When the atoms move the Hamiltonian of the system changes, and hence almost everything derived from the Hamiltonian might change.
So in very short - optimization can change everything.

You can compare coordinates but small displacement might seem insignificant, but they can also be significant.

So the way I usually go about it for devices, is like this:
Title: Re: IV curves from analyzer
Post by: esp on March 3, 2012, 22:59
ok thank you very much
Title: Re: IV curves from analyzer
Post by: Anders Blom on March 5, 2012, 15:19
Regarding your question of self-consistency, it's not just a simple choice you can make. Rather, there are some semi-empirical methods where the parameters themselves are derived to fit in a self-consistent or non-self-consistent calculation scheme, and using them inversely can give unpredictable results. So one must actually know which is the case for the method you plan to use.

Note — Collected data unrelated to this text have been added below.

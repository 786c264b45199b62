/**
 * Version of the numeric core, stored with every reconstruction. Bump the minor number when a
 * result can change in the last digits (tolerances, algorithms), the major one when conventions do.
 */
export const ENGINE_VERSION = "1.0.0";
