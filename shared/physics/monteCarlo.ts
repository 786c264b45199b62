/**
 * Monte Carlo uncertainties (physics contract §5; James et al., Phys. Rev. A 64, 052312 (2001),
 * §VI discuss the approach; common practice): draw n_k* ~ Poisson(μ̂_k + A_k) from the fitted
 * expectation (plus the estimated accidentals when they are subtracted, so that the resampled
 * raw counts go through the same corrections), reconstruct with the same method, and report the
 * sample standard deviation of every figure of merit and matrix element.
 *
 * Sample i uses random stream i of the seed (see random.ts), so splitting the samples over
 * threads (server/workers) gives bit-identical results.
 */
import type { DensityMatrix, Target } from "./types";
import type { PreparedCounts } from "./corrections";
import { prepareProblem, reconstruct, solveProblem, type PreparedProblem, type Reconstruction, type ReconstructInput, type ReconstructOptions } from "./reconstruct";
import { figuresOfMerit } from "./figuresOfMerit";
import { hermitianPart, scale, traceRe } from "./linalg/complexMatrix";
import { newSeed, poisson, randomStreams } from "./random";
import { EngineInputError } from "./errors";

export const DEFAULT_SAMPLES = 200;
export const MAX_SAMPLES = 10_000;

export const METRIC_NAMES = [
  "fidelity", "concurrence", "tangle", "purity", "linearEntropy", "vonNeumannEntropy", "negativity", "chshMax", "phaseOptimisedFidelity",
] as const;
export type MetricName = (typeof METRIC_NAMES)[number];

export interface MonteCarloOptions {
  samples?: number;
  seed?: number;
  target?: Target | null;
}

/** Per-sample values of one block of samples (plain arrays: they cross thread boundaries). */
export interface SampleBlock {
  from: number;
  /** metrics[name][i] for sample from + i; NaN where undefined (e.g. a failed sample). */
  metrics: Record<MetricName, number[]>;
  /** Row-major ρ entries per sample. */
  rhoRe: number[][];
  rhoIm: number[][];
  failed: number;
}

export interface MonteCarloResult {
  seed: number;
  samples: number;
  method: string;
  /** Samples whose reconstruction failed (e.g. all counts zero); left out of the statistics. */
  failed: number;
  std: Record<MetricName, number | null> & { rho: DensityMatrix };
  mean: Record<MetricName, number | null>;
}

export function resolveSamples(options: MonteCarloOptions): { samples: number; seed: number } {
  const samples = options.samples ?? DEFAULT_SAMPLES;
  if (!Number.isInteger(samples) || samples < 2 || samples > MAX_SAMPLES) {
    throw new EngineInputError("invalid_input", `field "samples": must be a whole number from 2 to ${MAX_SAMPLES}, got ${samples}`);
  }
  const seed = options.seed ?? newSeed();
  if (!Number.isInteger(seed)) throw new EngineInputError("invalid_input", `field "seed": must be a whole number, got ${seed}`);
  return { samples, seed };
}

/** The whole run in this thread. */
export function monteCarlo(input: ReconstructInput, options: ReconstructOptions, mc: MonteCarloOptions = {}, base?: Reconstruction): MonteCarloResult {
  const { samples, seed } = resolveSamples(mc);
  const fitted = base ?? reconstruct(input, options);
  const block = monteCarloBlock(input, options, fitted.expectedCounts, seed, 0, samples, mc.target === undefined ? "phi+" : mc.target);
  return summariseMonteCarlo([block], seed, options.method);
}

/** Samples from … from+count−1 of a run; what one worker thread computes. */
export function monteCarloBlock(
  input: ReconstructInput,
  options: ReconstructOptions,
  fittedExpected: readonly number[],
  seed: number,
  from: number,
  count: number,
  target: Target | null,
): SampleBlock {
  const problem = prepareProblem(input, options);
  const metrics = Object.fromEntries(METRIC_NAMES.map((n) => [n, [] as number[]])) as Record<MetricName, number[]>;
  const rhoRe: number[][] = [];
  const rhoIm: number[][] = [];
  let failed = 0;
  const d = problem.model.dimension;
  for (const rng of randomStreams(seed, from, count)) {
    const data = resample(problem, fittedExpected, rng);
    try {
      const sigma = solveProblem(problem, data, options).sigma;
      const rho = hermitianPart(scale(sigma, 1 / traceRe(sigma)));
      const f = figuresOfMerit(rho, target);
      const values: Record<MetricName, number | null> = { ...f, phaseOptimisedFidelity: f.phaseOptimised?.fidelity ?? null };
      for (const n of METRIC_NAMES) metrics[n].push(values[n] ?? NaN);
      rhoRe.push(Array.from(rho.re));
      rhoIm.push(Array.from(rho.im));
    } catch (e) {
      if (!(e instanceof EngineInputError)) throw e;
      failed++;
      for (const n of METRIC_NAMES) metrics[n].push(NaN);
      rhoRe.push(new Array(d * d).fill(NaN));
      rhoIm.push(new Array(d * d).fill(NaN));
    }
  }
  return { from, metrics, rhoRe, rhoIm, failed };
}

function resample(problem: PreparedProblem, fitted: readonly number[], rng: { uniform(): number }): PreparedCounts {
  const base = problem.data;
  const k = base.counts.length;
  const counts = new Float64Array(k);
  const clippedRows: number[] = [];
  let total = 0;
  for (let i = 0; i < k; i++) {
    const a = base.accidentals ? base.accidentals[i] : 0;
    const raw = poisson(Math.max(0, fitted[i]) + a, rng);
    const corrected = raw - a;
    if (corrected < 0) clippedRows.push(i);
    counts[i] = Math.max(0, corrected);
    total += counts[i];
  }
  return { ...base, counts, clippedRows, totalCounts: total };
}

/** Combines blocks (in any order) into standard deviations; identical to a one-block run. */
export function summariseMonteCarlo(blocks: SampleBlock[], seed: number, method: string): MonteCarloResult {
  const ordered = [...blocks].sort((a, b) => a.from - b.from);
  const all = <T>(pick: (b: SampleBlock) => T[]) => ordered.flatMap(pick);
  const samples = ordered.reduce((s, b) => s + b.rhoRe.length, 0);
  const failed = ordered.reduce((s, b) => s + b.failed, 0);
  const std = {} as Record<MetricName, number | null>;
  const mean = {} as Record<MetricName, number | null>;
  for (const n of METRIC_NAMES) {
    const stats = meanAndStd(all((b) => b.metrics[n]));
    std[n] = stats?.std ?? null;
    mean[n] = stats?.mean ?? null;
  }
  const re = all((b) => b.rhoRe);
  const im = all((b) => b.rhoIm);
  const size = re[0]?.length ?? 0;
  const d = Math.round(Math.sqrt(size));
  const entry = (rows: number[][], idx: number) => meanAndStd(rows.map((r) => r[idx]))?.std ?? NaN;
  const rho: DensityMatrix = {
    re: Array.from({ length: d }, (_, i) => Array.from({ length: d }, (_, j) => entry(re, i * d + j))),
    im: Array.from({ length: d }, (_, i) => Array.from({ length: d }, (_, j) => entry(im, i * d + j))),
  };
  return { seed, samples, method, failed, std: { ...std, rho }, mean };
}

/** Mean and sample standard deviation (n − 1) of the finite values; null if fewer than two. */
function meanAndStd(values: number[]): { mean: number; std: number } | null {
  const finite = values.filter((v) => Number.isFinite(v));
  if (finite.length < 2) return null;
  const mean = finite.reduce((a, b) => a + b, 0) / finite.length;
  const variance = finite.reduce((a, b) => a + (b - mean) ** 2, 0) / (finite.length - 1);
  return { mean, std: Math.sqrt(variance) };
}
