/**
 * Fidelities (physics contract §6).
 * - Pure target: F = ⟨ψ|ρ|ψ⟩ (Jozsa, J. Mod. Opt. 41, 2315 (1994)).
 * - Mixed target: F = (Tr √(√σ ρ √σ))² (Uhlmann, Rep. Math. Phys. 9, 273 (1976); Jozsa 1994).
 *   We put the target's square root outside, so the formula stays defined when ρ is a
 *   non-physical estimate; negative eigenvalues of √σ ρ √σ are then skipped (flagged upstream).
 *   Accuracy: ~1e-12 for full-rank states; for rank-deficient ones, eigenvalues at rounding
 *   level are dropped (see below).
 * - Phase-optimised fidelity to (|a⟩ + e^{iφ}|b⟩)/√2: (ρ_aa + ρ_bb)/2 + |ρ_ab| at
 *   φ = −arg ρ_ab (follows from F = (ρ_aa + ρ_bb)/2 + Re(e^{iφ} ρ_ab)).
 */
import type { Target } from "./types";
import { type CMatrix, type CVector, expectation, fromPlain, hermitianPart, multiply, traceRe } from "./linalg/complexMatrix";
import { hermitianEigenvalues, hermitianFunction } from "./linalg/hermitianEigen";
import { BELL_STATES, normalised, toCVector } from "./states";

export function pureStateFidelity(rho: CMatrix, psi: CVector): number {
  return expectation(rho, normalised(psi));
}

/**
 * Mixed-state fidelity (Tr √(√σ ρ √σ))² (Uhlmann, Rep. Math. Phys. 9, 273 (1976); Jozsa,
 * J. Mod. Opt. 41, 2315 (1994)). Symmetric in ρ and σ for physical states, so this equals the
 * contract's (Tr √(√ρ σ √ρ))²; we take the root of the target σ, which is always positive,
 * so the value stays defined when ρ is a non-physical linear estimate.
 *
 * Eigenvalues of √σ ρ √σ below 4·d·ε·λ_max are rounding noise of zero (a rank-deficient
 * state); left in, their square roots (~1e-8 each) would spoil the sum.
 */
export function uhlmannFidelity(rho: CMatrix, sigma: CMatrix): number {
  const root = hermitianFunction(hermitianPart(sigma), (l) => Math.sqrt(Math.max(0, l)));
  const inner = hermitianPart(multiply(multiply(root, rho), root));
  const values = hermitianEigenvalues(inner);
  const noise = 4 * rho.n * Number.EPSILON * Math.max(0, values[0]);
  let s = 0;
  for (const l of values) if (l > noise) s += Math.sqrt(l);
  return s * s;
}

/** Resolves a target to a pure state vector or a unit-trace density matrix. */
export function resolveTarget(target: Target, dimension: number): { vector: CVector } | { matrix: CMatrix } {
  if (typeof target === "string") {
    const v = BELL_STATES[target];
    if (!v) throw new Error(`unknown target "${target}" (expected phi+, phi-, psi+ or psi-)`);
    if (dimension !== 4) throw new Error(`the Bell target "${target}" needs two photons`);
    return { vector: toCVector(v) };
  }
  if (target.kind === "vector") {
    if (target.vector.re.length !== dimension || target.vector.im.length !== dimension) {
      throw new Error(`the target vector needs ${dimension} complex entries`);
    }
    return { vector: normalised(toCVector(target.vector)) };
  }
  const m = fromPlain(target.rho);
  if (m.n !== dimension) throw new Error(`the target density matrix must be ${dimension}×${dimension}`);
  const t = traceRe(m);
  if (!(t > 0)) throw new Error("the target density matrix has trace ≤ 0");
  const unit = hermitianPart({ n: m.n, re: m.re.map((x) => x / t), im: m.im.map((x) => x / t) });
  if (hermitianEigenvalues(unit)[m.n - 1] < -1e-9) throw new Error("the target density matrix has a negative eigenvalue");
  return { matrix: unit };
}

export function fidelityToTarget(rho: CMatrix, target: Target): number {
  const t = resolveTarget(target, rho.n);
  return "vector" in t ? expectation(rho, t.vector) : uhlmannFidelity(rho, t.matrix);
}

export interface PhaseOptimisedFidelity {
  fidelity: number;
  /** φ in radians, (−π, π], of the best (|a⟩ + e^{iφ}|b⟩)/√2. */
  phase: number;
  /** "HV/VH" for (|HV⟩ + e^{iφ}|VH⟩)/√2, "HH/VV" for (|HH⟩ + e^{iφ}|VV⟩)/√2. */
  family: "HV/VH" | "HH/VV";
}

export function phaseOptimisedFidelity(rho: CMatrix, family: PhaseOptimisedFidelity["family"]): PhaseOptimisedFidelity {
  const [a, b] = family === "HV/VH" ? [1, 2] : [0, 3];
  const n = rho.n;
  const re = rho.re[a * n + b];
  const im = rho.im[a * n + b];
  const fidelity = 0.5 * (rho.re[a * n + a] + rho.re[b * n + b]) + Math.sqrt(re * re + im * im);
  const phase = re === 0 && im === 0 ? 0 : -Math.atan2(im, re);
  return { fidelity, phase: phase === -Math.PI ? Math.PI : phase + 0, family };
}
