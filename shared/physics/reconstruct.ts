/**
 * One entry point for the three estimators (physics contract §4). Inputs and outputs are plain
 * JSON; `prepareProblem` + `solveProblem` let Monte Carlo reuse the measurement model.
 *
 * Reported log-likelihood: L = Σ[n ln μ − μ] at ŝ·ρ̂ with the best scale ŝ = N / Σ_k w_k Tr(ρ̂ P_k)
 * (for the MLE that is its own optimum), so the three methods can be compared; null when a
 * row with counts would get μ ≤ 0 (possible for a non-physical linear estimate).
 */
import type { CountsRow, DensityMatrix, Method, SetupConventions } from "./types";
import { buildModel, type MeasurementModel } from "./measurementModel";
import { prepareCounts, type CorrectionOptions, type PreparedCounts } from "./corrections";
import { prepareLinearSystem, linearInversionSigma, type LinearSystem } from "./linearInversion";
import { projectToDensityMatrix } from "./projectedLeastSquares";
import { maximumLikelihood, type MleOptions, type MleResult } from "./maximumLikelihood";
import { expectedCounts, logLikelihood, rescaled } from "./likelihood";
import { type CMatrix, hermitianPart, identity, scale, toPlain, traceRe } from "./linalg/complexMatrix";
import { hermitianEigenvalues } from "./linalg/hermitianEigen";
import { DEFAULT_HANDEDNESS } from "./states";
import { EngineInputError } from "./errors";
import { ENGINE_VERSION } from "./version";
import { PHYSICAL_TOLERANCE } from "./tolerances";

export interface ReconstructInput {
  rows: CountsRow[];
  conventions?: SetupConventions;
}

export interface ReconstructOptions extends CorrectionOptions, MleOptions {
  method: Method;
}

export interface Reconstruction {
  engineVersion: string;
  method: Method;
  photons: number;
  dimension: number;
  /** Unit-trace estimate, basis order HH, HV, VH, VV (photon A first). */
  rho: DensityMatrix;
  /** Eigenvalues of ρ, descending (negative ones mean a non-physical estimate). */
  eigenvalues: number[];
  physical: boolean;
  /** Tr σ: detected pairs per second at efficiency 1. */
  pairRate: number;
  logLikelihood: number | null;
  iterations: number | null;
  converged: boolean | null;
  optimalityGap: number | null;
  tolerance: number | null;
  /** μ_k of the estimate, per row (what Monte Carlo resamples). */
  expectedCounts: number[];
  /** The counts the estimator used, after accidental subtraction. */
  correctedCounts: number[];
  accidentals: number[] | null;
  clippedRows: number;
  clippedRowIndices: number[];
  driftFactors: number[] | null;
  totalCounts: number;
  corrections: CorrectionOptions;
  conventions: { handedness: string; basisOrder: string[]; photonOrder: string; calibration: SetupConventions["calibration"] | null };
  warnings: string[];
}

export interface PreparedProblem {
  model: MeasurementModel;
  linear: LinearSystem;
  data: PreparedCounts;
}

export function prepareProblem(input: ReconstructInput, options: CorrectionOptions = {}): PreparedProblem {
  const model = wrap(() => buildModel(input.rows.map((r) => r.setting), input.conventions));
  const data = wrap(() => prepareCounts(input.rows, options));
  const linear = prepareLinearSystem(model);
  return { model, linear, data };
}

export interface Estimate {
  sigma: CMatrix;
  mle?: MleResult;
}

/** Runs one estimator on prepared data (the data may differ from problem.data, e.g. resampled). */
export function solveProblem(problem: PreparedProblem, data: PreparedCounts, options: ReconstructOptions): Estimate {
  if (!(data.totalCounts > 0)) throw new EngineInputError("no_counts", "All rows have zero counts (after corrections); there is nothing to reconstruct.");
  const rates = data.counts.map((n, k) => n / data.weights[k]);
  const linear = finite(linearInversionSigma(problem.linear, rates), rates);
  if (options.method === "linear") return { sigma: linear };
  if (options.method === "projected") return { sigma: finite(rescaled(problem.model, data, projectedOrMixed(linear)), rates) };
  const mle = maximumLikelihood(problem.model, problem.linear, data, { linear, positive: () => projectedOrMixed(linear) }, options);
  return { sigma: finite(mle.sigma, rates), mle };
}

/**
 * A weight near zero or an overflow (a subnormal exposure, a drift factor from a monitor
 * reading of 1e308) leaves no finite estimate; say so rather than fail later on NaN.
 */
function finite(sigma: CMatrix, rates: Float64Array): CMatrix {
  if (sigma.re.every(Number.isFinite) && sigma.im.every(Number.isFinite)) return sigma;
  const row = rates.findIndex((r) => !Number.isFinite(r));
  throw new EngineInputError("invalid_input", `${row >= 0 ? `row ${row + 1}: ` : ""}the exposures, efficiencies and drift-monitor readings span too many orders of magnitude for a finite estimate; check them`);
}

function largestEntry(sigma: CMatrix): number {
  let m = 0;
  for (let i = 0; i < sigma.re.length; i++) m = Math.max(m, Math.abs(sigma.re[i]), Math.abs(sigma.im[i]));
  return m;
}

export function reconstruct(input: ReconstructInput, options: ReconstructOptions): Reconstruction {
  const problem = prepareProblem(input, options);
  const estimate = solveProblem(problem, problem.data, options);
  return describe(problem, estimate, input, options);
}

export function describe(problem: PreparedProblem, estimate: Estimate, input: ReconstructInput, options: ReconstructOptions): Reconstruction {
  const { model, data } = problem;
  const trace = traceRe(estimate.sigma);
  // A trace at rounding level next to the entries (e.g. 1 count in HH…VV beside 10^15 elsewhere)
  // is no pair rate at all: normalising by it would return entries of order 10^15.
  const resolvable = 64 * Number.EPSILON * model.dimension * largestEntry(estimate.sigma);
  if (!(trace > resolvable && Number.isFinite(trace))) {
    throw new EngineInputError("invalid_input", `The estimate has trace ${trace}${trace > 0 ? `, below the rounding level of its entries (${resolvable.toPrecision(2)})` : ""}, so it cannot be normalised to a state: the counts leave the pair rate undetermined (no counts in any complete basis, or far fewer there than in the other rows?).`);
  }
  const rho = hermitianPart(scale(estimate.sigma, 1 / trace));
  const eigenvalues = Array.from(hermitianEigenvalues(rho));
  const physical = eigenvalues[eigenvalues.length - 1] >= -PHYSICAL_TOLERANCE;
  const mu = expectedCounts(model, data.weights, estimate.sigma);
  const best = estimate.mle ? mu : expectedCounts(model, data.weights, rescaled(model, data, rho));
  const l = logLikelihood(data.counts, best);
  const warnings: string[] = [];
  if (!physical) warnings.push(`The estimate is not physical: its smallest eigenvalue is ${eigenvalues[eigenvalues.length - 1].toPrecision(3)}. Figures of merit computed from it are marked as such.`);
  if (data.clippedRows.length) warnings.push(`${data.clippedRows.length} row(s) had fewer counts than estimated accidentals and were clipped to 0.`);
  if (estimate.mle && !estimate.mle.converged) warnings.push(`Maximum likelihood stopped before reaching its tolerance (optimality gap ${estimate.mle.optimalityGap.toPrecision(3)} nats).`);
  const { windowNs, drift } = options;
  return {
    engineVersion: ENGINE_VERSION,
    method: options.method,
    photons: model.photons,
    dimension: model.dimension,
    rho: toPlain(rho),
    eigenvalues,
    physical,
    pairRate: trace,
    logLikelihood: Number.isFinite(l) ? l : null,
    iterations: estimate.mle?.iterations ?? null,
    converged: estimate.mle?.converged ?? null,
    optimalityGap: estimate.mle?.optimalityGap ?? null,
    tolerance: estimate.mle?.tolerance ?? null,
    expectedCounts: Array.from(mu),
    correctedCounts: Array.from(data.counts),
    accidentals: data.accidentals ? Array.from(data.accidentals) : null,
    clippedRows: data.clippedRows.length,
    clippedRowIndices: data.clippedRows,
    driftFactors: data.driftFactors ? Array.from(data.driftFactors) : null,
    totalCounts: data.totalCounts,
    corrections: { ...(windowNs !== undefined && { windowNs }), ...(drift && { drift }) },
    conventions: {
      handedness: input.conventions?.handedness ?? DEFAULT_HANDEDNESS,
      basisOrder: basisLabels(model.photons),
      photonOrder: "photon A is the first tensor factor",
      calibration: input.conventions?.calibration ?? null,
    },
    warnings,
  };
}

/** "HH", "HV", "VH", "VV" for two photons; binary order with H = 0, photon A first. */
export function basisLabels(photons: number): string[] {
  return Array.from({ length: 2 ** photons }, (_, b) =>
    Array.from({ length: photons }, (_, i) => ((b >> (photons - 1 - i)) & 1 ? "V" : "H")).join(""),
  );
}

function projectedOrMixed(linear: CMatrix): CMatrix {
  return traceRe(linear) > 0 ? projectToDensityMatrix(linear) : identity(linear.n);
}

function wrap<T>(f: () => T): T {
  try {
    return f();
  } catch (e) {
    if (e instanceof EngineInputError) throw e;
    throw new EngineInputError("invalid_input", (e as Error).message);
  }
}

DFT is inherently self-consistent only, so the non-self-consistent results are dangerous. They can be used for quick-and-dirty calculations, or (at least with some care) to check for convergence in e.g. k-points. In ATK, non-self-consistent calculations for devices has a special meaning of running only the equivalent bulk (the central region) self-consistently and using this as the result for the device. This is a crude approximation, but again it can be used for some early checks - or, to run an optimization of the device geometry (i.e. by optimizing the central region, which typically is a good approximation).

We should make some of these things clearer in the future, so it doesn't appear a completely free choice.